I really didn’t have a choice back then - either I didn’t take “The Pill”, and risk not looking like a fully developed woman, or take “The Pill”. An odd dilema, I guess. Techincally, it’s immoral, but what happens if you don’t have any of the organs? :ehh:
Medicine is morally neutral, it’s how you intend to use it that makes it good or evil. If you are using it to reproduce/supplement a naturally abnormally low level of estrogen I’m pretty sure it’s okay.

There are much better hormone treatments than BCPs though! I need hormone replacement as well, but I’ve never been given birth control by my doctors.
 
The Women’s Health Iniative Study was a fifteen year study started in 1991 and stopped in 2002 I believe. It cost $625 million. It was the second study on combined hormone replacement therapy stopped due to report of breast cancer, strokes and Alzheimer’s related to estrogen and progestin.

I heard a doctor point out that the regular birth control pills are often used by women for periods of time say for a year and then at a later date for another year.
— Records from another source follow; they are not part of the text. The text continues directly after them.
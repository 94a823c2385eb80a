using System.Text;
using System.Text.Json;
using LunarShadow.Api.Common;
using LunarShadow.Api.Formatting;
using LunarShadow.Api.Photography;
using LunarShadow.Api.Sites;
using LunarShadow.Api.Validation;
using LunarShadow.Astronomy.Photography;
using LunarShadow.Astronomy.Sites;
using Microsoft.AspNetCore.Http;
using Microsoft.Extensions.DependencyInjection;

namespace LunarShadow.Api.Tests.Sweep;

/// <summary>
/// Every representation the API offers, produced by the API's own mapping and formatting code without HTTP. This is the
/// one place that names those entry points: when the formatters move, re-point the calls here.
/// </summary>
internal static class Renderings
{
    private static readonly IServiceProvider Services = new ServiceCollection()
        .AddLogging()
        .AddSingleton(LunarShadow.Astronomy.Eclipses.EclipseFinders.Shared)
        .ConfigureHttpJsonOptions(o => FiniteNumbers.Configure(o.SerializerOptions))
        .BuildServiceProvider();

    public static string Json<T>(T value) => JsonSerializer.Serialize(value, FiniteNumbers.Web);

    public static LocalResponse Local(LocalCircumstances local, PublicNightPlan? plan) => LocalMapping.ToResponse(local, SweepGrid.Time, plan);

    public static string LocalCsv(LocalResponse response) => LocalFormats.Csv(response);

    public static string SitesCsv(IEnumerable<LocalResponse> responses) => LocalFormats.BatchCsv(responses);

    public static (int Status, string Body) LocalCalendar(LocalCircumstances local, LocalResponse response) =>
        Execute(LocalFormats.Calendar(local, null, response, NodaTime.SystemClock.Instance.GetCurrentInstant(), new QueryReader()));

    public static PhotoPlanResponse Photo(PhotoPlan plan) => PhotoMapping.ToResponse(plan, SweepGrid.Time);

    public static string PhotoCsv(PhotoPlanResponse response) => PhotoMapping.Csv(response);

    public static string PhotoSequence(PhotoPlanResponse response) => Json(PhotoMapping.Sequence(response));

    public static (int Status, string Body) PhotoCalendar(PhotoPlan plan) =>
        Written(PhotoFormats.ICalendar(plan, PhotoMapping.ToResponse(plan, SweepGrid.Time), NodaTime.SystemClock.Instance.GetCurrentInstant()));

    public static IReadOnlyList<UpcomingItem> UpcomingItems(IEnumerable<UpcomingEclipse> found, Site site) =>
        found.Select(u => UpcomingEndpoints.Item(u, site, SweepGrid.Time)).ToList();

    public static string UpcomingCsv(IReadOnlyList<UpcomingItem> items) => UpcomingFormats.Csv(items);

    public static (int Status, string Body) UpcomingCalendar(List<UpcomingEclipse> found, Site site) =>
        Written(UpcomingFormats.ICalendar(found, UpcomingItems(found, site), site, "every visible phase", NodaTime.SystemClock.Instance.GetCurrentInstant()));

    /// <summary>The visibility map as served: the endpoint's handler for one date, in GeoJSON.</summary>
    public static (int Status, string Body) VisibilityMap(string date)
    {
        var request = NewContext().Request;
        request.RouteValues["date"] = date;
        request.QueryString = new QueryString("?format=geojson");
        return Execute(Api.Eclipses.VisibilityMapEndpoints.Get(request));
    }

    // A file writer's answer as the endpoint sends it: the text, or a 400 when the years cannot be written in that format.
    private static (int Status, string Body) Written(string? text) => text is null ? (400, "") : (200, text);

    private static DefaultHttpContext NewContext() => new() { RequestServices = Services };

    private static (int Status, string Body) Execute(IResult result)
    {
        var context = NewContext();
        using var body = new MemoryStream();
        context.Response.Body = body;
        result.ExecuteAsync(context).GetAwaiter().GetResult();
        return (context.Response.StatusCode, Encoding.UTF8.GetString(body.ToArray()));
    }
}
Also consider the millions of 40+ age women who are taking these medications including birth control and don’t even need it.
 
The Women’s Health Iniative Study was a fifteen year study started in 1991 and stopped in 2002 I believe. It cost $625 million. It was the second study on combined hormone replacement therapy stopped due to report of breast cancer, strokes and Alzheimer’s related to estrogen and progestin.
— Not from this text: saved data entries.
using LunarShadow.Astronomy.Eclipses;
using LunarShadow.Astronomy.Time;
using LunarShadow.Astronomy.Units;

namespace LunarShadow.Astronomy.Sites;

/// <summary>What a site asks of the eclipses it wants listed.</summary>
/// <param name="MinimumPhase">At least this phase must be visible (partial includes total).</param>
/// <param name="AstronomicalNightOnly">Only count the part seen with the Sun more than 18° below the horizon.</param>
/// <param name="MinimumMoonAltitude">Only count the part with the Moon's upper limb at least this high.</param>
/// <param name="Hours">Only count the part inside these opening hours.</param>
public sealed record UpcomingCriteria(
    EclipsePhase MinimumPhase = EclipsePhase.Penumbral,
    bool AstronomicalNightOnly = false,
    Angle? MinimumMoonAltitude = null,
    OpeningHours? Hours = null);

/// <summary>An eclipse a site can see, with the stretches that met the criteria.</summary>
/// <param name="Local">Its local circumstances.</param>
/// <param name="Qualifying">The stretches of the chosen phase that meet every criterion.</param>
public sealed record UpcomingEclipse(LocalCircumstances Local, IReadOnlyList<VisibleSpan> Qualifying)
{
    /// <summary>Minutes that meet the criteria.</summary>
    public double QualifyingMinutes => Qualifying.Sum(q => q.Minutes);
}

/// <summary>The outcome of a bounded search for the eclipses a site can see.</summary>
/// <param name="Found">The eclipses found, in time order (at most the number asked for).</param>
/// <param name="SearchedUntil">The end of the window searched (exclusive): the year limit, or the end of the supported range.</param>
/// <param name="StoppedAtYearLimit">
/// True when fewer eclipses than asked for were found and the search stopped at its year limit before the end of the
/// supported range: later eclipses may still qualify. False when the count was reached or the whole range was searched.
/// </param>
public sealed record UpcomingSearch(IReadOnlyList<UpcomingEclipse> Found, TtInstant SearchedUntil, bool StoppedAtYearLimit);

/// <summary>The next eclipses a site can see, by its own criteria.</summary>
public static class UpcomingEclipses
{
    /// <summary>How many years a search looks ahead unless asked for more.</summary>
    public const int DefaultYearsAhead = 100;

    /// <summary>The longest look-ahead one search may ask for, in years.</summary>
    public const int MaxYearsAhead = 1000;

    private static readonly Angle AstronomicalNightSun = SkyStates.AstronomicalTwilightEndAltitude;

    /// <summary>
    /// The end (exclusive) of a window of <paramref name="yearsAhead"/> calendar years from <paramref name="from"/> (the
    /// same month, day and time that many years later), or the last day of the supported range when that comes first.
    /// </summary>
    public static TtInstant SearchEnd(TtInstant from, int yearsAhead)
    {
        ArgumentOutOfRangeException.ThrowIfLessThan(yearsAhead, 1);
        ArgumentOutOfRangeException.ThrowIfGreaterThan(yearsAhead, MaxYearsAhead);
        var start = from.JulianDate.ToCalendar();
        var end = JulianDate.FromCalendar(start.Year + yearsAhead, start.Month, start.Day);
        return TtInstant.FromJulianDate(Math.Min(end.Day, LastSearchDay));
    }

    private static double LastSearchDay => SupportedRange.End.Day - 1;

    /// <summary>
    /// Up to <paramref name="count"/> eclipses the site can see, searching at most <paramref name="yearsAhead"/> years from
    /// <paramref name="from"/>; says whether the search stopped at that limit. Stops when cancelled (checked per eclipse).
    /// </summary>
    public static UpcomingSearch Search(EclipseFinder finder, Site site, TimeScaleConverter time, TtInstant from, UpcomingCriteria criteria,
        int count, int yearsAhead, CancellationToken cancellationToken = default)
    {
        ArgumentOutOfRangeException.ThrowIfLessThan(count, 1);
        var end = SearchEnd(from, yearsAhead);
        var found = Within(finder, site, time, from, end, criteria, cancellationToken).Take(count).ToList();
        return new UpcomingSearch(found, end, found.Count < count && end.JulianDate.Day < LastSearchDay);
    }

    /// <summary>
    /// Eclipses from <paramref name="from"/> on that the site can see, lazily, in time order, up to
    /// <see cref="MaxYearsAhead"/> years ahead; stops when cancelled.
    /// </summary>
    public static IEnumerable<UpcomingEclipse> From(EclipseFinder finder, Site site, TimeScaleConverter time, TtInstant from, UpcomingCriteria criteria,
        CancellationToken cancellationToken = default) =>
        Within(finder, site, time, from, SearchEnd(from, MaxYearsAhead), criteria, cancellationToken);

    private static IEnumerable<UpcomingEclipse> Within(EclipseFinder finder, Site site, TimeScaleConverter time, TtInstant from, TtInstant end,
        UpcomingCriteria criteria, CancellationToken cancellationToken)
    {
        var effectiveSite = criteria.MinimumMoonAltitude is { } min && min > site.MinimumAltitude ? site with { MinimumAltitude = min } : site;
        foreach (var eclipse in finder.Between(from, end, cancellationToken))
        {
            cancellationToken.ThrowIfCancellationRequested();
            var local = LocalCircumstancesCalculator.Compute(eclipse, effectiveSite, time);
            var spans = local.VisiblePhases.Where(p => p.Phase == criteria.MinimumPhase).ToList();
            if (spans.Count == 0) continue;
            if (criteria.AstronomicalNightOnly) spans = WithinAstronomicalNight(local, spans);
            if (criteria.Hours is not null) spans = PublicNightPlanner.Plan(local, criteria.Hours, time).PhasesInWindow.Where(p => p.Phase == criteria.MinimumPhase).ToList();
            if (criteria.AstronomicalNightOnly && criteria.Hours is not null) spans = WithinAstronomicalNight(local, spans);
            if (spans.Sum(s => s.Minutes) > 0) yield return new UpcomingEclipse(local, spans);
        }
    }

    private static List<VisibleSpan> WithinAstronomicalNight(LocalCircumstances local, List<VisibleSpan> spans)
    {
        var eclipse = local.Eclipse;
        var sky = new LocalSky(eclipse.NightSky, local.Site, local.DeltaTSeconds);
        var night = eclipse.NightSky;
        const double w = EclipseNightSky.HalfWidthHours - 0.5;
        var scan = new AltitudeCrossings(h => (AstronomicalNightSun.Radians - sky.SunAltitudeAt(h).Radians, 0), -w, w);
        double Dark(double value, double _) => value;
        var dark = scan.PositiveSpans(Dark, scan.Find(Dark, HorizonProfile.Flat));
        var result = new List<VisibleSpan>();
        foreach (var span in spans)
        {
            var (a, b) = (night.HoursFromCenter(span.StartTt), night.HoursFromCenter(span.EndTt));
            foreach (var (s, e) in dark)
            {
                var from = Math.Max(a, s);
                var to = Math.Min(b, e);
                if (to <= from) continue;
                var fromTt = from == a ? span.StartTt : night.InstantAt(from);
                var toTt = to == b ? span.EndTt : night.InstantAt(to);
                result.Add(span with
                {
                    StartTt = fromTt,
                    EndTt = toTt,
                    StartUtc = span.StartUtc.PlusTicks((long)Math.Round(fromTt.SecondsSince(span.StartTt) * 1e7)),
                    EndUtc = span.EndUtc.PlusTicks((long)Math.Round(toTt.SecondsSince(span.EndTt) * 1e7)),
                });
            }
        }
        return result;
    }
}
I heard a doctor point out that the regular birth control pills are often used by women for periods of time say for a year and then at a later date for another year.

Also consider the millions of 40+ age women who are taking these medications including birth control and don’t even need it.
I lack ovaries as well, without hormone replacement I never make estrogen, it was as if I was born postmenopausal. Without HRT I would die by 35, maybe earlier. HrT gives me the hope of hitting 50 or farther. Just because they are bad for healthy women does not mean they do not work for those with conditions. Think of it as too much of a good this, they made estrogen on their own, I never have.
 
I am sure it is OK for medical reasons.

I had a hysterectomy post-menopausal and haven’t taken the hormone replacement therapy.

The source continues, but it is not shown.